The work of separation Wsep and interfacial energy γi are closely related to interface structures and characteristics, which can be used to estimate the bonding strength and the stability of the interface defects. Wsep is defined as the necessary reversible work to separate an interface into two free surfaces, as it can be calculated via the following formula40,41:

$${W}_{sep}=\frac{1}{A}({E}_{P}+{E}_{T}-{E}_{P/T})$$
(4)

EP/T is the total energy of the interface structure; A is the interface area; EP is the laminate energy of Co7W6 (110) with perfect structure; correspondingly, ET is the laminate energy of Co7W6 (110) with twinning structure.

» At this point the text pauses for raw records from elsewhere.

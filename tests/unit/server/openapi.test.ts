import { describe, expect, it } from 'vitest'
import { contract } from '#shared/schemas/contract'
import { openApiDocument } from '#shared/schemas/openapi'

interface Operation { operationId: string, parameters: { name: string, in: string, required: boolean, schema: object }[], requestBody?: { content: Record<string, { schema: { type?: string, properties?: object, required?: string[] } }> }, responses: Record<string, { content?: object }>, security: object[] }
const document = openApiDocument(contract, '1.2.3') as { openapi: string, info: object, paths: Record<string, Record<string, Operation>>, components: { schemas: { Error: { required: string[] } } } }

// Expected shapes: OpenAPI 3.1.1, clauses 4.8.8 to 4.8.17 (paths, operations, parameters, bodies, responses).
describe('the OpenAPI document', () => {
  it('has an operation for every row of the contract, each with an id of its own', () => {
    expect(document.openapi).toBe('3.1.1')
    const operations = Object.values(document.paths).flatMap(methods => Object.values(methods))
    expect(operations.map(o => o.operationId).sort()).toEqual(Object.keys(contract).sort())
  })
  it('names every parameter of a path, and those of the query with their schemas', () => {
    for (const [path, methods] of Object.entries(document.paths)) {
      const names = [...path.matchAll(/\{(\w+)\}/g)].map(([, name]) => name)
      for (const { parameters } of Object.values(methods)) expect(parameters.filter(p => p.in === 'path').map(p => p.name)).toEqual(names)
    }
    const { parameters } = document.paths['/api/studios/{studio}/benches']!.get!
    expect(parameters.find(p => p.name === 'limit')).toMatchObject({ in: 'query', required: false, schema: { maximum: 100, minimum: 1 } })
  })
  it('describes bodies as they are sent, and other bodies by media type', () => {
    const { requestBody } = document.paths['/api/studios/{studio}/benches/{bench}/readings']!.post!
    expect(Object.keys(requestBody!.content).sort()).toEqual(['application/json', 'multipart/form-data', 'text/csv', 'text/plain'])
    expect(requestBody!.content['application/json']!.schema).toMatchObject({ type: 'object', required: ['unit', 'values'] })
  })
  it('names the shape of errors and who may call', () => {
    expect(document.components.schemas.Error.required).toEqual(['statusCode', 'statusMessage', 'message', 'data'])
    expect(document.paths['/api']!.get!.security).toEqual([])
    expect(document.paths['/api/me']!.get!.security).toEqual([{ session: [] }])
  })
  it('is plain JSON', () => {
    expect(JSON.parse(JSON.stringify(document))).toEqual(document)
  })
})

The Wsep values of 32 possible interface structures of the (110) defects have been calculated and listed in Supplementary Table 3. It can be demonstrated that the work of separation of TS[001]-5 is the largest, so it can be reasonably speculated that the interface atomic bonding strength of this model is the strongest. Based on this, we have calculated γi of the 32 interfacial terminations. γi is the important parameter to evaluate interface stability, because the smaller its value, the more stable the interface structure. γi can be calculated as40:

$${\gamma }_{i}={\sigma }_{P}+{\sigma }_{T}-{W}_{sep}$$
(5)

where σP and σT are the surface energy of the laminates with perfect and twinning structure on both sides of the (110) defect, respectively. See γi for each termination of the (110) defects, as displayed in Supplementary Fig. 5.

Moreover, γi of (110) defects of μ phases with three constituent components (Co7Mo6, Co7W3Re3, and Co7W3Mo3) have been calculated using the above methods. γi of 32 (110) defects of each type of μ phase are shown in Supplementary Fig. 6.